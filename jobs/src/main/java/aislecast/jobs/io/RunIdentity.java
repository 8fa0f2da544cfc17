package aislecast.jobs.io;

import aislecast.jobs.config.RunConfig;
import aislecast.jobs.config.RunConfigLoader;
import aislecast.jobs.io.InputFingerprint.FileDigest;
import com.fasterxml.jackson.databind.JsonNode;
import com.fasterxml.jackson.databind.ObjectMapper;
import com.fasterxml.jackson.databind.node.ObjectNode;
import java.io.IOException;
import java.util.ArrayList;
import java.util.Iterator;
import java.util.LinkedHashMap;
import java.util.List;
import java.util.Map;
import java.util.Objects;
import java.util.TreeSet;

/**
 * What makes two runs of one run id the same run: the command, the fingerprints of every file it
 * reads (grouped in parts: the input tables, scenario files, an earlier run's {@code run.json}),
 * the effective configuration with the options that change outputs, and the seed. Written to
 * {@code run.json} under {@code fingerprints} (with {@code configuration}, {@code options} and
 * {@code seed} beside it), and compared with an existing run's {@code run.json} to decide
 * whether a rerun has nothing to do.
 */
public final class RunIdentity {
  private static final ObjectMapper JSON = new ObjectMapper();

  /** A group of fingerprinted files, e.g. {@code inputs}; {@code label} names it in messages. */
  public record Part(String key, String label, List<FileDigest> files) {
    public Part {
      files = List.copyOf(files);
    }

    public String sha256() {
      return InputFingerprint.combined(files);
    }
  }

  private final String command;
  private final List<Part> parts = new ArrayList<>();
  private final ObjectNode configuration;
  private final Map<String, Object> options = new LinkedHashMap<>();
  private Long seed;

  private RunIdentity(String command, JsonNode configuration) {
    this.command = Objects.requireNonNull(command);
    this.configuration = configuration == null ? JSON.createObjectNode()
        : (ObjectNode) configuration.deepCopy();
  }

  /** A run of {@code command} with the effective run configuration {@code config}. */
  public static RunIdentity of(String command, RunConfig config) {
    try {
      return new RunIdentity(command, JSON.readTree(RunConfigLoader.toJson(config)));
    } catch (IOException e) {
      throw new IllegalStateException("configuration JSON does not parse back", e);
    }
  }

  /** Adds a group of fingerprinted files. */
  public RunIdentity part(String key, String label, List<FileDigest> files) {
    parts.add(new Part(key, label, files));
    return this;
  }

  /** Adds a command-line option that changes the outputs (part of the configuration digest). */
  public RunIdentity option(String name, Object value) {
    options.put(name, value);
    return this;
  }

  /** Sets the run seed (compared on reruns); leave unset for jobs that draw no random numbers. */
  public RunIdentity seed(long s) {
    this.seed = s;
    return this;
  }

  public String command() {
    return command;
  }

  public Long seed() {
    return seed;
  }

  public JsonNode configuration() {
    return configuration;
  }

  public Map<String, Object> options() {
    return options;
  }

  public List<Part> parts() {
    return parts;
  }

  /** SHA-256 of the canonical JSON {@code {"configuration": ..., "options": ...}}. */
  public String configurationSha256() {
    ObjectNode n = JSON.createObjectNode();
    n.set("configuration", configuration);
    n.set("options", JSON.valueToTree(options));
    return InputFingerprint.ofJson(n);
  }

  /** The {@code fingerprints} object of run.json. */
  public Map<String, Object> fingerprints() {
    Map<String, Object> m = new LinkedHashMap<>();
    m.put("algorithm", "SHA-256");
    m.put("configuration_sha256", configurationSha256());
    for (Part p : parts) {
      Map<String, Object> q = new LinkedHashMap<>();
      q.put("sha256", p.sha256());
      q.put("files", p.files());
      m.put(p.key(), q);
    }
    return m;
  }

  /**
   * How an existing run's {@code run.json} differs from this run, one phrase per difference
   * (command, each part, configuration, seed); empty when it is the same run.
   */
  public List<String> differences(JsonNode stored) {
    List<String> d = new ArrayList<>();
    String cmd = stored.path("command").asText("");
    if (!command.equals(cmd)) {
      d.add("command: that folder was written by '" + cmd + "', this is '" + command + "'");
      return d;
    }
    JsonNode fp = stored.get("fingerprints");
    if (fp == null || !fp.isObject()) {
      d.add("inputs: its run.json records no fingerprints (written by an older aislecast)");
      return d;
    }
    for (Part p : parts) {
      JsonNode sp = fp.get(p.key());
      if (sp == null) {
        d.add(p.label() + ": not used by the existing run");
      } else if (!p.sha256().equals(sp.path("sha256").asText())) {
        d.add(p.label() + " differ (" + fileChanges(sp.path("files"), p.files()) + ")");
      }
    }
    for (Iterator<String> it = fp.fieldNames(); it.hasNext(); ) {
      String key = it.next();
      if (fp.get(key).has("files") && parts.stream().noneMatch(p -> p.key().equals(key))) {
        d.add(key + ": used by the existing run, not by this one");
      }
    }
    if (!configurationSha256().equals(fp.path("configuration_sha256").asText())) {
      List<String> paths = new ArrayList<>();
      diffPaths(stored.path("configuration"), configuration, "", paths);
      diffPaths(stored.path("options"), JSON.valueToTree(options), "options", paths);
      d.add("configuration differs" + (paths.isEmpty() ? ""
          : " (" + String.join(", ", paths.subList(0, Math.min(5, paths.size())))
              + (paths.size() > 5 ? ", ..." : "") + ")"));
    }
    if (seed != null) {
      JsonNode s = stored.get("seed");
      if (s == null || !s.canConvertToLong() || s.asLong() != seed) {
        d.add("seed differs (existing " + (s == null ? "none" : s.asText()) + ", now " + seed
            + ")");
      }
    }
    return d;
  }

  /** "changed a.csv; added b.csv; removed c.csv" between a stored file list and the current one. */
  private static String fileChanges(JsonNode stored, List<FileDigest> now) {
    Map<String, String> before = new LinkedHashMap<>();
    for (JsonNode f : stored) {
      before.put(f.path("path").asText(), f.path("sha256").asText());
    }
    List<String> changed = new ArrayList<>();
    List<String> added = new ArrayList<>();
    for (FileDigest f : now) {
      String old = before.remove(f.path());
      if (old == null) {
        added.add(f.path());
      } else if (!old.equals(f.sha256())) {
        changed.add(f.path());
      }
    }
    List<String> out = new ArrayList<>();
    if (!changed.isEmpty()) {
      out.add("changed " + String.join(", ", changed));
    }
    if (!added.isEmpty()) {
      out.add("added " + String.join(", ", added));
    }
    if (!before.isEmpty()) {
      out.add("removed " + String.join(", ", before.keySet()));
    }
    return out.isEmpty() ? "same files, different digest" : String.join("; ", out);
  }

  /** Dotted paths of the leaves where two JSON trees differ. */
  private static void diffPaths(JsonNode a, JsonNode b, String prefix, List<String> out) {
    // an absent object (e.g. no options recorded) compares as an empty one
    if (a.isMissingNode() && b.isObject()) {
      a = JSON.createObjectNode();
    } else if (b.isMissingNode() && a.isObject()) {
      b = JSON.createObjectNode();
    }
    if (a.isObject() && b.isObject()) {
      TreeSet<String> keys = new TreeSet<>();
      a.fieldNames().forEachRemaining(keys::add);
      b.fieldNames().forEachRemaining(keys::add);
      for (String k : keys) {
        diffPaths(a.path(k), b.path(k), prefix.isEmpty() ? k : prefix + "." + k, out);
      }
    } else if (!a.equals(b)) {
      out.add(prefix.isEmpty() ? "(all)" : prefix);
    }
  }
}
........
Where a line of the material holds the word "fileChanges", copy that line.

• Answer for this exercise
        d.add(p.label() + " differ (" + fileChanges(sp.path("files"), p.files()) + ")");
  private static String fileChanges(JsonNode stored, List<FileDigest> now) {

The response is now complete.